[Material shown Boundary: Start]

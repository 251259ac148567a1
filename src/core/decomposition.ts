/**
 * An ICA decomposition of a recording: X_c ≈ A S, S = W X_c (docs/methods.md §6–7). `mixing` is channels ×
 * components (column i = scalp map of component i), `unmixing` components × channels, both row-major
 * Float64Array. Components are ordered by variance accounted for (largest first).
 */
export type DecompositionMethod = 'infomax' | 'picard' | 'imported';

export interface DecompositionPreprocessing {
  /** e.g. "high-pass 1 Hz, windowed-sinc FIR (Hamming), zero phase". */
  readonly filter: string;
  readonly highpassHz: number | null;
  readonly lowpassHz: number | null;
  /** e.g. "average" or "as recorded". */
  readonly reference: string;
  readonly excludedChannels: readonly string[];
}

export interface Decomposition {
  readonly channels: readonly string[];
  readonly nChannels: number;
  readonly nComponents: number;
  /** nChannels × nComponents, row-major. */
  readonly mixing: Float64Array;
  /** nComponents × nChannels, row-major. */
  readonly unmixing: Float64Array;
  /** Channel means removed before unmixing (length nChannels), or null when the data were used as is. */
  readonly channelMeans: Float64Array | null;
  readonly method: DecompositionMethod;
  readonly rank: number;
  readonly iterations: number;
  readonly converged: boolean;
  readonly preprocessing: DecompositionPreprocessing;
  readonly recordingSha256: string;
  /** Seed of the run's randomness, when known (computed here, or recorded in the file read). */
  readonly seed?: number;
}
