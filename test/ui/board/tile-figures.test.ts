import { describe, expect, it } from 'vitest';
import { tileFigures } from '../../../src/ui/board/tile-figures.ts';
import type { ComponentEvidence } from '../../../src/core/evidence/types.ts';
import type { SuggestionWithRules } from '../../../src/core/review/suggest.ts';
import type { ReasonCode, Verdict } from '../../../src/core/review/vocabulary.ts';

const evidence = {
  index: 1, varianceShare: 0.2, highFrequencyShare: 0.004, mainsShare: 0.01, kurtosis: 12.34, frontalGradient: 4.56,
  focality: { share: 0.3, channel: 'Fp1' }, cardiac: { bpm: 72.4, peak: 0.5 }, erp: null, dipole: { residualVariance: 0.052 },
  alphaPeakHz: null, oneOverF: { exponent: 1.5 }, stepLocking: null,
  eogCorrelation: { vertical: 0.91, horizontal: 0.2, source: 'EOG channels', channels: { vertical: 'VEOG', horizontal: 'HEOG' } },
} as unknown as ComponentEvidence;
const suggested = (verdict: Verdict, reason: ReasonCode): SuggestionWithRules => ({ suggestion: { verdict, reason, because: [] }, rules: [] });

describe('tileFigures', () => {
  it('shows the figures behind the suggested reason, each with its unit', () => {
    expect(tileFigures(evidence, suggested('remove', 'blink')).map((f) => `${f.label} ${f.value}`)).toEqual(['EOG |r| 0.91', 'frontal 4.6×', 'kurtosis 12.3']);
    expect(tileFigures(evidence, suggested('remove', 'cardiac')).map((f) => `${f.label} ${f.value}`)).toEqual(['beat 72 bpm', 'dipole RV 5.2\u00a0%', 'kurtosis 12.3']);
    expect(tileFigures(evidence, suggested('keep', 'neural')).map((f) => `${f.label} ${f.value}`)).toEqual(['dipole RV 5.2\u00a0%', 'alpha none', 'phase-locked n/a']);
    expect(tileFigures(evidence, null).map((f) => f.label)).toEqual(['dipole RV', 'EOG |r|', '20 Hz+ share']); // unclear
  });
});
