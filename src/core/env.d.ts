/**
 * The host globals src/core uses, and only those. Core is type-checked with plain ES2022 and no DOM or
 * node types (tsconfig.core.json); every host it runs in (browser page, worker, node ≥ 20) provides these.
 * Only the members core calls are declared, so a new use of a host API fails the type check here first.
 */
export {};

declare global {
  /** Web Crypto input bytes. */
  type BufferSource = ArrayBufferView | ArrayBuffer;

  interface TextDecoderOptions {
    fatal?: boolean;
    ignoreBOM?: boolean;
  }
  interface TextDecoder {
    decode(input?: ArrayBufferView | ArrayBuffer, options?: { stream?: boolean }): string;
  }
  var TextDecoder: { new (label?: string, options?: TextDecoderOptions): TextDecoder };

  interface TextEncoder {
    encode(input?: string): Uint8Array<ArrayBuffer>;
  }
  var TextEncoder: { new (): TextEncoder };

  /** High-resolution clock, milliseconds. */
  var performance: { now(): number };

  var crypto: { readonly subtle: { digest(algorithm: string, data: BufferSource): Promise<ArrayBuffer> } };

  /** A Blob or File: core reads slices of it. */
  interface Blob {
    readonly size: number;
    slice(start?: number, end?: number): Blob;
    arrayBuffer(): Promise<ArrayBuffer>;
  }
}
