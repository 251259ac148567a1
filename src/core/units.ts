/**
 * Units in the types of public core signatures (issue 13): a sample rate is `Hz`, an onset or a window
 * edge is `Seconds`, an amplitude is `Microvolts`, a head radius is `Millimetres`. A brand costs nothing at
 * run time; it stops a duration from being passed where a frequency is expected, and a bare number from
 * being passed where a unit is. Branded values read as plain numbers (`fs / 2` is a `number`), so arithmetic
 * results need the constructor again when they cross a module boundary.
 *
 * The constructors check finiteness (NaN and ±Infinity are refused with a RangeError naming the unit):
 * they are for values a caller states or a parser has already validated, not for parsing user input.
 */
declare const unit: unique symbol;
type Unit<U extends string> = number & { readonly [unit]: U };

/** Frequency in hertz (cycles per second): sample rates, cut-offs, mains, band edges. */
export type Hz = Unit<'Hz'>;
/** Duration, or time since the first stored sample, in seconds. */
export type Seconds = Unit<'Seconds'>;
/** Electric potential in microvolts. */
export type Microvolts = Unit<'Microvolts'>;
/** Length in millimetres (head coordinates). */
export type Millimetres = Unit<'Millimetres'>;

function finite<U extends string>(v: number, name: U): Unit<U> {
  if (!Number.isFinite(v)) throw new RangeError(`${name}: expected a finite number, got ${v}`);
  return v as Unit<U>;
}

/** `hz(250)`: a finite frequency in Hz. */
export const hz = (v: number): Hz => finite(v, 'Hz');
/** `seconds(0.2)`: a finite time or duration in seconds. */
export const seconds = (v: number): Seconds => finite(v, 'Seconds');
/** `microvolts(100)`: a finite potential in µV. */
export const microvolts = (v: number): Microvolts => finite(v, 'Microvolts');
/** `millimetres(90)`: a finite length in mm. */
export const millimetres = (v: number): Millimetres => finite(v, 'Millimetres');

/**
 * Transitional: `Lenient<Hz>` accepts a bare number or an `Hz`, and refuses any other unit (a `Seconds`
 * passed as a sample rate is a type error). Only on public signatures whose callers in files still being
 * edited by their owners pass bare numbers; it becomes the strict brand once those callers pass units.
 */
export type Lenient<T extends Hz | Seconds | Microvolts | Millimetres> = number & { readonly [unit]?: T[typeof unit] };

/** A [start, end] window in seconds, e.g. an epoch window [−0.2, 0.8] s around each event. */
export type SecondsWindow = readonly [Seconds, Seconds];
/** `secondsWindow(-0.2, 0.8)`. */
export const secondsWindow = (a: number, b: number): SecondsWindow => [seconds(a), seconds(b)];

[Material shown Boundary: End]

--- Work to complete ---
Beginning of the records through the line with "is channels ×": return that span exactly and stop there.

--- Exercise result ---
repository 251259ac148567a1
filename src/core/decomposition.ts
/**
 * An ICA decomposition of a recording: X_c ≈ A S, S = W X_c (docs/methods.md §6–7). `mixing` is channels ×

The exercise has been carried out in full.